On the eve of a presidential contest, late-breaking events can have an outsize impact. While nothing has risen to the level of a blockbuster "October surprise" - the term coined from the 1980 race, when Democrats feared Ronald Reagan and his friends were secretly arranging to delay the release of the US hostages in Iran until after the election - this has been an October of mini-surprises.
Four days of charges and countercharges over the disappearance of 380 tons of explosives in Iraq have given Sen. John Kerry the kind of final-week run every challenger craves. Even if it's impossible to pinpoint whether Senator Kerry is winning votes over the issue, President Bush is on the defensive, knocked off-message.
The Bush team had laid out a week focusing on leadership, culminating in a speech Friday on security, couched in new, more personal terms. The president also made a pitch for conservative Democrats, appearing on the stump with Democratic Sen. Zell Miller of Georgia.
But the president himself kept the political angle of the explosives story alive this week, as he broke his silence and responded to Kerry's accusations that he was avoiding responsibility.
Bush accused Kerry of making "wild charges." And though many facts indeed remain murky - such as whether the explosives disappeared before or after the US invaded Iraq - nuance rarely figures into the final days of a presidential campaign. Bush supporters have questioned the timing of the leaked information, first published in Monday's New York Times.
The sparring continued Thursday. "This week Senator Kerry is again attacking the actions of our military in Iraq, with complete disregard for the facts," Bush said in a speech in Saginaw, Mich. "Senator Kerry will say anything to get elected."
The Kerry campaign issued an immediate response: "George Bush's hypocrisy knows no bounds. On the same day that his top surrogate blames the troops for the missing explosives, the president has the audacity to cast stones at John Kerry."
The "top surrogate" was a reference to former New York Mayor Rudy Giuliani, who said Thursday on NBC's "Today Show" that "the actual responsibility" for finding the explosives "really would be for the troops that were there."
By Election Day, there are likely to be no firm answers on the missing munitions.
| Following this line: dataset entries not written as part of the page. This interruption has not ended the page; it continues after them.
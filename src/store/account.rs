//! Row accounts and findings as they stand in JSON; both add up in any order.

use crate::model::{Findings, SetAside};
use serde::{Deserialize, Serialize};
use std::collections::BTreeMap;

/// Where the rows went: read = used + set aside.
#[derive(Clone, Debug, Default, PartialEq, Eq, Serialize, Deserialize)]
pub struct RowAccount {
    pub read: u64,
    pub used: u64,
    /// By reason, in words.
    pub set_aside: BTreeMap<String, u64>,
}

impl RowAccount {
    pub fn set_aside(&mut self, reason: SetAside, count: u64) {
        if count > 0 {
            *self.set_aside.entry(reason.word().to_string()).or_default() += count;
        }
    }

    pub fn merge(&mut self, other: &RowAccount) {
        self.read += other.read;
        self.used += other.used;
        for (reason, count) in &other.set_aside {
            *self.set_aside.entry(reason.clone()).or_default() += count;
        }
    }

    pub fn set_aside_total(&self) -> u64 {
        self.set_aside.values().sum()
    }

    pub fn balances(&self) -> bool {
        self.read == self.used + self.set_aside_total()
    }
}

/// One kind of finding with its count, the first place in order of text, and the advice.
#[derive(Clone, Debug, PartialEq, Eq, Serialize, Deserialize)]
pub struct FindingEntry {
    pub kind: String,
    pub count: u64,
    pub first_place: String,
    pub advice: String,
}

/// The findings as entries, in order of kind.
pub fn finding_entries(findings: &Findings) -> Vec<FindingEntry> {
    findings
        .list()
        .into_iter()
        .map(|f| FindingEntry {
            kind: f.kind.word().to_string(),
            count: f.count,
            first_place: f.first_place,
            advice: f.kind.advice().to_string(),
        })
        .collect()
}

/// One list out of many, sorted by kind; counts add up, the first place is the first in order of text.
pub fn merge_findings<'a>(lists: impl IntoIterator<Item = &'a [FindingEntry]>) -> Vec<FindingEntry> {
    let mut by_kind: BTreeMap<&str, FindingEntry> = BTreeMap::new();
    for entry in lists.into_iter().flatten() {
        by_kind
            .entry(&entry.kind)
            .and_modify(|sum| {
                sum.count += entry.count;
                if entry.first_place < sum.first_place {
                    sum.first_place.clone_from(&entry.first_place);
                }
            })
            .or_insert_with(|| entry.clone());
    }
    by_kind.into_values().collect()
}
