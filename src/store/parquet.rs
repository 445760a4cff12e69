//! Tables as Parquet: the schema is the row type's, whatever the rows hold.

use super::folders::game_files;
use super::{Column, Kind, Row, Staged, StoreError};
use polars::prelude as pl;
use polars::prelude::{NamedFrom, SerReader};
use std::fs::File;
use std::panic::catch_unwind;
use std::path::Path;

/// Writes rows as one Parquet file, whole or not at all. Zero rows give a file with all columns and no rows.
/// A number that is not finite becomes a missing value where the column allows one.
///
/// # Errors
/// When the file cannot be written, or a number that must not be missing is not finite.
pub fn write_table<R: Row>(path: &Path, rows: &[R]) -> Result<(), StoreError> {
    stage_table(path, rows)?.commit()
}

/// Like [`write_table`], but left beside its target until committed.
///
/// # Errors
/// As [`write_table`].
pub fn stage_table<R: Row>(path: &Path, rows: &[R]) -> Result<Staged, StoreError> {
    let columns = R::COLUMNS
        .iter()
        .zip(R::to_columns(rows))
        .map(|(doc, column)| to_series(path, doc.name, doc.optional, column).map(pl::Column::from))
        .collect::<Result<Vec<_>, _>>()?;
    let broken = |source: pl::PolarsError| StoreError::ParquetOut { path: path.to_path_buf(), source: Box::new(source) };
    let mut frame = pl::DataFrame::new(rows.len(), columns).map_err(broken)?;
    Staged::write(path, |out| {
        // One thread: the games are written side by side already. LZ4 costs the least time for its size here.
        pl::ParquetWriter::new(out)
            .with_compression(pl::ParquetCompression::Lz4Raw)
            .set_parallel(false)
            .finish(&mut frame)
            .map(|_bytes| ())
            .map_err(broken)
    })
}

fn to_series(path: &Path, name: &'static str, optional: bool, column: Column) -> Result<pl::Series, StoreError> {
    let title = pl::PlSmallStr::from_static(name);
    Ok(match column {
        Column::Text(values) => pl::Series::new(title, values),
        Column::Whole(values) => pl::Series::new(title, values),
        Column::Truth(values) => pl::Series::new(title, values),
        Column::Number(mut values) => {
            for (i, slot) in values.iter_mut().enumerate() {
                match *slot {
                    Some(value) if !value.is_finite() && optional => *slot = None,
                    Some(value) if !value.is_finite() => {
                        return Err(StoreError::NotFinite { path: path.to_path_buf(), row: i + 1, column: name.to_string(), value });
                    }
                    _ => {}
                }
            }
            pl::Series::new(title, values)
        }
    })
}

/// Reads a table. Only the row type's columns are read, so that a narrow row type reads little; other columns are
/// left alone. An optional column that the file lacks gives missing values.
///
/// # Errors
/// When the file is not Parquet, a column is of another kind, or a column or value that must be there is not.
pub fn read_table<R: Row>(path: &Path) -> Result<Vec<R>, StoreError> {
    read_part(path, None)
}

/// Like [`read_table`], but of one row alone, counted from 0; none when the table is shorter.
///
/// # Errors
/// As [`read_table`].
pub fn read_row<R: Row>(path: &Path, row: usize) -> Result<Option<R>, StoreError> {
    Ok(read_part(path, Some(row))?.pop())
}

fn read_part<R: Row>(path: &Path, row: Option<usize>) -> Result<Vec<R>, StoreError> {
    // The Parquet reader panics on some damaged files; that too is the file's fault and no reason to die.
    catch_unwind(|| read_sound_table(path, row))
        .unwrap_or_else(|_| Err(StoreError::Parquet { path: path.to_path_buf(), source: "its contents contradict themselves".into() }))
}

fn read_sound_table<R: Row>(path: &Path, row: Option<usize>) -> Result<Vec<R>, StoreError> {
    let broken = |source: pl::PolarsError| StoreError::Parquet { path: path.to_path_buf(), source: Box::new(source) };
    let file = File::open(path).map_err(StoreError::io(path, "open the file"))?;
    let mut reader = pl::ParquetReader::new(file).read_parallel(pl::ParallelStrategy::None).set_rechunk(true);
    let schema = reader.schema().map_err(broken)?;
    let rows = reader.num_rows().map_err(broken)?;
    let (first, height) = row.map_or((0, rows), |row| (row.min(rows), rows.saturating_sub(row).min(1)));

    let mut present = Vec::new();
    for doc in R::COLUMNS {
        match schema.get(doc.name).map(|field| &field.dtype) {
            None if doc.optional => {}
            None => return Err(StoreError::MissingColumn { path: path.to_path_buf(), column: doc.name.to_string() }),
            Some(pl::ArrowDataType::Null) if doc.optional => {}
            Some(dtype) if fits(doc.kind, dtype) => present.push(doc.name.to_string()),
            Some(dtype) => {
                let (column, found) = (doc.name.to_string(), format!("{dtype:?}"));
                return Err(StoreError::WrongKind { path: path.to_path_buf(), column, expected: doc.kind.word(), found });
            }
        }
    }

    let frame = reader.with_columns(Some(present)).with_slice(row.map(|_| (first, height))).finish().map_err(broken)?;
    let mut columns = Vec::with_capacity(R::COLUMNS.len());
    for doc in R::COLUMNS {
        let Ok(found) = frame.column(doc.name) else {
            columns.push(None);
            continue;
        };
        let column = from_series(doc.kind, found.as_materialized_series()).map_err(broken)?;
        if let Some(gap) = first_missing(&column).filter(|_| !doc.optional) {
            let (column, expected) = (doc.name.to_string(), doc.kind.word());
            return Err(StoreError::MissingValue { path: path.to_path_buf(), row: first + gap + 1, column, expected });
        }
        columns.push(Some(column));
    }
    Ok(R::from_columns(columns, height))
}

/// The kinds in which other tools may give a column back.
fn fits(kind: Kind, dtype: &pl::ArrowDataType) -> bool {
    use pl::ArrowDataType as A;
    match kind {
        Kind::Text => matches!(dtype, A::Utf8 | A::LargeUtf8 | A::Utf8View),
        Kind::Number => matches!(dtype, A::Float64 | A::Float32 | A::Int64 | A::Int32),
        Kind::Whole => matches!(dtype, A::Int64 | A::Int32 | A::UInt32),
        Kind::Truth => matches!(dtype, A::Boolean),
    }
}

fn from_series(kind: Kind, series: &pl::Series) -> pl::PolarsResult<Column> {
    Ok(match kind {
        Kind::Text => Column::Text(series.str()?.iter().map(|v| v.map(str::to_string)).collect()),
        Kind::Number => Column::Number(series.cast(&pl::DataType::Float64)?.f64()?.iter().map(|v| v.filter(|n| n.is_finite())).collect()),
        Kind::Whole => Column::Whole(series.strict_cast(&pl::DataType::Int64)?.i64()?.iter().collect()),
        Kind::Truth => Column::Truth(series.bool()?.iter().collect()),
    })
}

fn first_missing(column: &Column) -> Option<usize> {
    match column {
        Column::Text(v) => v.iter().position(Option::is_none),
        Column::Number(v) => v.iter().position(Option::is_none),
        Column::Whole(v) => v.iter().position(Option::is_none),
        Column::Truth(v) => v.iter().position(Option::is_none),
    }
}

/// All rows of a table, the games in order of folder name. For a whole season prefer [`each_game`] or a narrow row type.
///
/// # Errors
/// As [`read_table`], for the first game that fails.
pub fn read_all<R: Row>(out_dir: &Path) -> Result<Vec<R>, StoreError> {
    let mut all = Vec::new();
    // The rows are wide: growing by doubling would cost as much again.
    all.reserve_exact(rows_of_all_games(out_dir, R::TABLE)?);
    each_game(out_dir, |mut rows: Vec<R>| all.append(&mut rows))?;
    Ok(all)
}

/// Rows of a table over all games, from the files' ends alone.
fn rows_of_all_games(out_dir: &Path, table: &str) -> Result<usize, StoreError> {
    let height = |path: &Path| {
        let file = File::open(path).map_err(StoreError::io(path, "open the file"))?;
        // A damaged file is told of when it is read.
        Ok(catch_unwind(move || pl::ParquetReader::new(file).num_rows().unwrap_or(0)).unwrap_or(0))
    };
    game_files(out_dir, table)?.iter().map(|path| height(path)).sum()
}

/// Hands over one game's rows after the other, in order of folder name, so that a season needs no more memory than a game.
///
/// # Errors
/// As [`read_table`], for the first game that fails.
pub fn each_game<R: Row>(out_dir: &Path, mut take: impl FnMut(Vec<R>)) -> Result<(), StoreError> {
    for path in game_files(out_dir, R::TABLE)? {
        take(read_table(&path)?);
    }
    Ok(())
}
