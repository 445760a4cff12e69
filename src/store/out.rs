//! The output folder: checked before any work is done, held by one run at a time, cleared of a dead run's leavings.

use super::audit_info::AUDIT_FILE;
use super::folders::{entries, name_of};
use super::game::{GAME_TABLES, remove_file};
use super::mark::DONE;
use super::whole::PART_SUFFIX;
use super::{PART_FILE, StoreError};
use std::fs::{self, File, OpenOptions, TryLockError};
use std::io::Write;
use std::path::{Path, PathBuf};

/// Held by a running audit; also what tells an interrupted first run from a folder of other things.
const HOLD_FILE: &str = ".tailchase";
/// Files that an audit writes at the top of its folder and under `report/`.
const TOP_FILES: [&str; 10] = [
    AUDIT_FILE,
    "set_aside.csv",
    "findings.csv",
    "players.csv",
    "players.parquet",
    "teams.csv",
    "teams.parquet",
    "clips.csv",
    "report/index.html",
    "charts/ranking.svg",
];

/// An output folder that this run holds until it is dropped.
#[derive(Debug)]
pub struct OutDir {
    root: PathBuf,
    _hold: File,
}

impl OutDir {
    pub fn path(&self) -> &Path {
        &self.root
    }
}

/// Makes sure, before any work, that results can be written to the folder: makes it where it is missing, refuses a file,
/// a folder of other things (names that begin with a dot aside) and one that another run holds, tries a write, and removes
/// the `.part` files of a run that died.
///
/// # Errors
/// For each of these refusals.
pub fn prepare_out(out_dir: &Path) -> Result<OutDir, StoreError> {
    let path = out_dir.to_path_buf();
    if out_dir.is_file() {
        return Err(StoreError::IsAFile { path });
    }
    fs::create_dir_all(out_dir).map_err(StoreError::io(out_dir, "make the output folder"))?;
    let is_ours = out_dir.join(AUDIT_FILE).is_file() || out_dir.join(HOLD_FILE).is_file();
    let is_hidden = |path: &PathBuf| name_of(path).is_some_and(|n| n.starts_with('.'));
    if !is_ours && !entries(out_dir)?.iter().all(is_hidden) {
        return Err(StoreError::ForeignFolder { path });
    }
    let hold_path = out_dir.join(HOLD_FILE);
    let mut hold = OpenOptions::new()
        .create(true)
        .truncate(false)
        .write(true)
        .open(&hold_path)
        .map_err(StoreError::io(&hold_path, "write to the output folder"))?;
    // A file system without locks is no reason to refuse.
    if matches!(hold.try_lock(), Err(TryLockError::WouldBlock)) {
        return Err(StoreError::Busy { path });
    }
    hold.write_all(b"This folder is an audit's; the file keeps two runs from writing to it at once.\n")
        .map_err(StoreError::io(&hold_path, "write to the output folder"))?;
    remove_stale_parts(out_dir)?;
    Ok(OutDir { root: path, _hold: hold })
}

/// Only files that an audit itself would have written are removed.
fn remove_stale_parts(out_dir: &Path) -> Result<(), StoreError> {
    for name in TOP_FILES {
        remove_file(&out_dir.join(format!("{name}{PART_SUFFIX}")))?;
    }
    for table in GAME_TABLES {
        for folder in entries(&out_dir.join(table))? {
            if name_of(&folder).is_some_and(|n| n.starts_with("game=")) && folder.is_dir() {
                remove_file(&folder.join(format!("{PART_FILE}{PART_SUFFIX}")))?;
                // Without a part in it the folder was only made for one; a folder with files in it stays.
                let _ = fs::remove_dir(&folder);
            }
        }
    }
    for path in entries(&out_dir.join(DONE))? {
        if name_of(&path).is_some_and(|n| n.starts_with("game=") && n.ends_with(PART_SUFFIX)) {
            remove_file(&path)?;
        }
    }
    Ok(())
}
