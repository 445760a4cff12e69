//! A column in memory, between row structs and Parquet.

/// What a column holds.
#[derive(Clone, Copy, Debug, PartialEq, Eq)]
pub enum Kind {
    Text,
    Number,
    Whole,
    Truth,
}

impl Kind {
    /// The kind in words, for messages and the data dictionary.
    pub fn word(self) -> &'static str {
        match self {
            Kind::Text => "text",
            Kind::Number => "number",
            Kind::Whole => "whole number",
            Kind::Truth => "true or false",
        }
    }
}

/// The values of one column; missing stays missing.
#[derive(Clone, Debug, PartialEq)]
pub enum Column {
    Text(Vec<Option<String>>),
    Number(Vec<Option<f64>>),
    Whole(Vec<Option<i64>>),
    Truth(Vec<Option<bool>>),
}

/// A type that can stand in a row.
pub trait Cell: Sized {
    const KIND: Kind;
    /// Whether a value may be missing.
    const OPTIONAL: bool;
    fn collect<'a>(values: impl Iterator<Item = &'a Self>) -> Column
    where
        Self: 'a;
    /// Hands over the values with the numbers of their rows; nothing for a missing one that must be there, or of another kind.
    fn each(column: Column, put: impl FnMut(usize, Self));
}

macro_rules! cell {
    ($ty:ty, $kind:ident) => {
        impl Cell for $ty {
            const KIND: Kind = Kind::$kind;
            const OPTIONAL: bool = false;
            fn collect<'a>(values: impl Iterator<Item = &'a Self>) -> Column {
                Column::$kind(values.map(|v| Some(v.clone())).collect())
            }
            fn each(column: Column, mut put: impl FnMut(usize, Self)) {
                if let Column::$kind(values) = column {
                    values.into_iter().enumerate().for_each(|(row, value)| value.into_iter().for_each(|value| put(row, value)));
                }
            }
        }
        impl Cell for Option<$ty> {
            const KIND: Kind = Kind::$kind;
            const OPTIONAL: bool = true;
            fn collect<'a>(values: impl Iterator<Item = &'a Self>) -> Column {
                Column::$kind(values.cloned().collect())
            }
            fn each(column: Column, mut put: impl FnMut(usize, Self)) {
                if let Column::$kind(values) = column {
                    values.into_iter().enumerate().for_each(|(row, value)| put(row, value));
                }
            }
        }
    };
}

cell!(String, Text);
cell!(f64, Number);
cell!(i64, Whole);
cell!(bool, Truth);
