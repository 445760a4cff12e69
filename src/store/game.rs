//! One game's tables: written together, then its mark; replaced without touching any other game.

use super::folders::{entries, folder_name, game_folder, name_of};
use super::mark::{DONE, GameMark, mark_path, write_mark};
use super::parquet::stage_table;
use super::{CarryRow, FrameRow, PursuitRow, Row, SetAsideRow, Staged, StoreError};
use std::collections::BTreeSet;
use std::fs;
use std::path::Path;

/// The tables kept by game.
pub const GAME_TABLES: [&str; 4] = [PursuitRow::TABLE, CarryRow::TABLE, FrameRow::TABLE, SetAsideRow::TABLE];

/// One game's rows. A table without rows is left out where it is optional (frames, set aside).
#[derive(Clone, Copy, Debug, Default)]
pub struct GameTables<'a> {
    pub pursuits: &'a [PursuitRow],
    pub carries: &'a [CarryRow],
    pub frames: &'a [FrameRow],
    pub set_aside: &'a [SetAsideRow],
}

/// Writes a game's tables and then its mark. All tables are written beside first and renamed in a row, so that a
/// failing write leaves the game as it was; a run killed between two renames leaves a mark that no longer holds.
///
/// # Errors
/// When a file cannot be written or removed.
pub fn write_game(out_dir: &Path, mark: &GameMark, tables: &GameTables) -> Result<(), StoreError> {
    let staged = [
        Some(stage_table(&game_folder(out_dir, PursuitRow::TABLE, &mark.game), tables.pursuits)?),
        Some(stage_table(&game_folder(out_dir, CarryRow::TABLE, &mark.game), tables.carries)?),
        stage_some(out_dir, &mark.game, tables.frames)?,
        stage_some(out_dir, &mark.game, tables.set_aside)?,
    ];
    remove_file(&mark_path(out_dir, &mark.game))?;
    for (table, part) in GAME_TABLES.iter().zip(staged) {
        match part {
            Some(part) => part.commit()?,
            None => remove_folder(&out_dir.join(table).join(folder_name(&mark.game)))?,
        }
    }
    write_mark(out_dir, mark)
}

fn stage_some<R: Row>(out_dir: &Path, game: &str, rows: &[R]) -> Result<Option<Staged>, StoreError> {
    if rows.is_empty() { Ok(None) } else { stage_table(&game_folder(out_dir, R::TABLE, game), rows).map(Some) }
}

/// Removes every game that is not in `keep`, tables and marks: how `--fresh` ends, once the new results stand.
///
/// # Errors
/// When a folder cannot be listed or removed.
pub fn prune_games(out_dir: &Path, keep: &BTreeSet<String>) -> Result<(), StoreError> {
    let kept_names: BTreeSet<String> = keep.iter().map(|game| folder_name(game)).collect();
    let is_stale = |name: &str| name.starts_with("game=") && !kept_names.contains(name);
    for path in entries(&out_dir.join(DONE))? {
        if name_of(&path).and_then(|n| n.strip_suffix(".json")).is_some_and(is_stale) {
            remove_file(&path)?;
        }
    }
    for table in GAME_TABLES {
        for path in entries(&out_dir.join(table))? {
            if name_of(&path).is_some_and(is_stale) {
                remove_folder(&path)?;
            }
        }
    }
    Ok(())
}

pub(crate) fn remove_file(path: &Path) -> Result<(), StoreError> {
    match fs::remove_file(path) {
        Err(error) if error.kind() != std::io::ErrorKind::NotFound => Err(StoreError::io(path, "remove the file")(error)),
        _ => Ok(()),
    }
}

fn remove_folder(path: &Path) -> Result<(), StoreError> {
    match fs::remove_dir_all(path) {
        Err(error) if error.kind() != std::io::ErrorKind::NotFound => Err(StoreError::io(path, "remove the folder")(error)),
        _ => Ok(()),
    }
}
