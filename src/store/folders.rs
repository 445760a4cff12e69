//! Folder names: one folder a game and table, ids only in percent-encoding.

use super::StoreError;
use std::fs;
use std::path::{Path, PathBuf};
use xxhash_rust::xxh3::xxh3_64;

/// File name of a game's share of a table.
pub const PART_FILE: &str = "part.parquet";
/// File systems allow 255 bytes a name; this leaves room for `game=`, `.json` and `.part`.
const LONGEST_NAME: usize = 200;
const KEPT_OF_LONG_NAME: usize = 120;
/// Stands before the hash in a shortened name; an encoded id never has `%` before anything but two digits.
const SHORTENED: &str = "%~";
/// The empty id; a lone `%` cannot come from another one.
const EMPTY: &str = "%";

/// `OUT/<table>/game=<encoded id>/part.parquet`.
///
/// ```
/// use std::path::Path;
/// use tailchase::store::game_folder;
/// assert_eq!(game_folder(Path::new("out"), "pursuits", "2031/a"), Path::new("out/pursuits/game=2031%2Fa/part.parquet"));
/// ```
pub fn game_folder(out_dir: &Path, table: &str, game: &str) -> PathBuf {
    out_dir.join(table).join(folder_name(game)).join(PART_FILE)
}

/// `game=<encoded id>`.
pub fn folder_name(game: &str) -> String {
    format!("game={}", encode_id(game))
}

/// An id as part of a file name: everything outside `[A-Za-z0-9_.-]` as `%XX`, byte by byte in UTF-8, and a dot at
/// the start or end too, so that no name is `.`, `..`, hidden or changed by a file system that drops a last dot.
/// An id too long for a file name is cut and told apart by a hash; only such a name cannot be decoded.
///
/// ```
/// use tailchase::store::{decode_id, encode_id};
/// assert_eq!(encode_id("../é"), "%2E.%2F%C3%A9");
/// assert_eq!(decode_id("%2E.%2F%C3%A9").as_deref(), Some("../é"));
/// ```
pub fn encode_id(id: &str) -> String {
    if id.is_empty() {
        return EMPTY.to_string();
    }
    let last = id.len() - 1;
    let mut name = String::with_capacity(id.len());
    for (i, byte) in id.bytes().enumerate() {
        let dot_at_edge = byte == b'.' && (i == 0 || i == last);
        if (byte.is_ascii_alphanumeric() || matches!(byte, b'_' | b'.' | b'-')) && !dot_at_edge {
            name.push(char::from(byte));
        } else {
            name.push_str(&format!("%{byte:02X}"));
        }
    }
    if name.len() <= LONGEST_NAME {
        return name;
    }
    let mut kept = KEPT_OF_LONG_NAME;
    while name[..kept].ends_with('%') || name[..kept - 1].ends_with('%') {
        kept -= 1;
    }
    format!("{}{SHORTENED}{:016x}", &name[..kept], xxh3_64(id.as_bytes()))
}

/// The id behind an encoded name; `None` for a shortened name or one that [`encode_id`] never writes.
pub fn decode_id(name: &str) -> Option<String> {
    if name == EMPTY {
        return Some(String::new());
    }
    let mut bytes = Vec::with_capacity(name.len());
    let mut rest = name.bytes();
    while let Some(byte) = rest.next() {
        if byte != b'%' {
            bytes.push(byte);
            continue;
        }
        let high = char::from(rest.next()?).to_digit(16)?;
        let low = char::from(rest.next()?).to_digit(16)?;
        bytes.push(u8::try_from(high * 16 + low).ok()?);
    }
    let id = String::from_utf8(bytes).ok()?;
    (encode_id(&id) == name).then_some(id)
}

/// The `part.parquet` of every game that has one, sorted by folder name; none when the table is absent.
///
/// # Errors
/// When the table's folder cannot be listed.
pub fn game_files(out_dir: &Path, table: &str) -> Result<Vec<PathBuf>, StoreError> {
    let folder = out_dir.join(table);
    let mut files: Vec<PathBuf> = entries(&folder)?
        .into_iter()
        .filter(|path| name_of(path).is_some_and(|n| n.starts_with("game=")))
        .map(|path| path.join(PART_FILE))
        .filter(|path| path.is_file())
        .collect();
    files.sort();
    Ok(files)
}

/// Everything in a folder; nothing when there is no such folder.
pub(crate) fn entries(folder: &Path) -> Result<Vec<PathBuf>, StoreError> {
    let listed = match fs::read_dir(folder) {
        Ok(listed) => listed,
        Err(error) if error.kind() == std::io::ErrorKind::NotFound => return Ok(Vec::new()),
        Err(error) => return Err(StoreError::io(folder, "list the folder")(error)),
    };
    listed.map(|entry| entry.map(|e| e.path()).map_err(StoreError::io(folder, "list the folder"))).collect()
}

pub(crate) fn name_of(path: &Path) -> Option<&str> {
    path.file_name().and_then(|n| n.to_str())
}
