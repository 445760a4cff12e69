//! What can go wrong with the audit's files, in words that name the file and what to do.

use std::path::{Path, PathBuf};

/// A failure of reading or writing an audit's folder.
#[derive(Debug, thiserror::Error)]
pub enum StoreError {
    #[error("{}: cannot {doing}", path.display())]
    Io { path: PathBuf, doing: &'static str, source: std::io::Error },
    #[error("{}: not readable as Parquet (damaged or cut short? audit that game again)", path.display())]
    Parquet { path: PathBuf, source: Box<dyn std::error::Error + Send + Sync> },
    #[error("{}: cannot be written as Parquet", path.display())]
    ParquetOut { path: PathBuf, source: Box<dyn std::error::Error + Send + Sync> },
    #[error("{}, column {column}: expected {expected}, found {found}", path.display())]
    WrongKind { path: PathBuf, column: String, expected: &'static str, found: String },
    #[error("{}, column {column}: expected the column, found none (written by another version? audit again with --fresh)", path.display())]
    MissingColumn { path: PathBuf, column: String },
    #[error("{}, row {row}, column {column}: expected {expected}, found nothing", path.display())]
    MissingValue { path: PathBuf, row: usize, column: String, expected: &'static str },
    #[error("{}, row {row}, column {column}: expected a finite number, found {value} (a fault of this program, please report it)", path.display())]
    NotFinite { path: PathBuf, row: usize, column: String, value: f64 },
    #[error("{}: not readable as JSON of this program", path.display())]
    Json { path: PathBuf, source: serde_json::Error },
    #[error("{}: expected an audit's folder with audit.json, found none (run `tailchase audit FILES --out {}` first)", path.display(), path.display())]
    NotAnAudit { path: PathBuf },
    #[error("{}: expected an empty folder or an earlier audit, found other files (choose another --out)", path.display())]
    ForeignFolder { path: PathBuf },
    #[error("{}: expected a folder, found a file (choose another --out)", path.display())]
    IsAFile { path: PathBuf },
    #[error("{}: another run is writing here (wait for it, or choose another --out)", path.display())]
    Busy { path: PathBuf },
}

impl StoreError {
    /// For `map_err`: an input or output failure at `path` while `doing` something.
    pub(crate) fn io(path: &Path, doing: &'static str) -> impl FnOnce(std::io::Error) -> StoreError {
        let path = path.to_path_buf();
        move |source| StoreError::Io { path, doing, source }
    }
}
But the issue will surely be part of the daily chatter from here on out, as each side seeks to one-up the other - unless something really big does happen. Other "mini-surprises" this month that have worked against the president include the flu-vaccine shortage, oil prices, and a stock market below 10,000.
How an attack would figure in
For months, though, a regular feature of campaign analysis has been whether a real October surprise could tilt the race dramatically in one direction or another. Two big points of speculation centered on a potential capture of Osama bin Laden or another terrorist attack on American soil.
At this point, analysts say, if Mr. Bin Laden were captured, it might actually work against Bush. It would look too much as if the capture had been timed for election eve - and if so, why hadn't the Al Qaeda leader been captured or killed sooner, given the threat to America he continues to pose?
An election-eve terrorist attack, which US security officials have long warned of, is a possibility so terrible to contemplate that most politicians shy away from it. And the question of who would be helped - Bush or Kerry - seems so craven as to be almost unmentionable as well.
At this point, "that's one for metaphysicians, not for pundits," says Ross Baker, a political scientist at Rutgers University in New Jersey. "What it comes down to is this: Is [an attack] happening because this is the nature of the war we are in and it vindicates what the president has been saying? Or does it say, how did he let this happen again? That's something nobody can answer."
Professor Baker suggests that if Margaret Hassan, the kidnapped chief of CARE International in Iraq, is executed, that could be a decisive factor for Bush, since it reminds voters of the nature of America's enemies - and of his determination to track them down.
But on a much more mundane note, Baker prefers to consider what he used to think would be this election's October surprise: a decision by independent candidate Ralph Nader to drop out of the race. Even though Mr. Nader is polling only 1 to 3 percent in national polls, in such a close race, his numbers in battleground states where his name appears on the ballot still make the Kerry team nervous. Now, Nader seems committed to his candidacy for the duration.
Four years ago, the late-breaking news that might have swayed votes was the revelation - five days before Election Day - that Bush had been arrested for drunk driving in 1976. Some analysts believe that story might have cost Bush the popular vote, particularly by discouraging some evangelical Christians from turning out to vote. Bush adviser Karl Rove often speaks of 4 million evangelicals who didn't turn out in 2000, votes he hopes to capture in 2004.
In the 1980 case, a congressional task force later concluded that Reagan did not arrange a deal to release the hostages. The theory at the time was that the Republicans were concerned that President Jimmy Carter, whose administration was already negotiating for the hostages' release, would get them out just before the election.
In the end, there was another October surprise of sorts that may have tilted the race. The one and only presidential debate between Reagan and President Carter was held Oct. 28, 1980, mere days before the election. Reagan used the spotlight to his advantage - and turned a neck-and-neck race into a comfortable victory over the incumbent.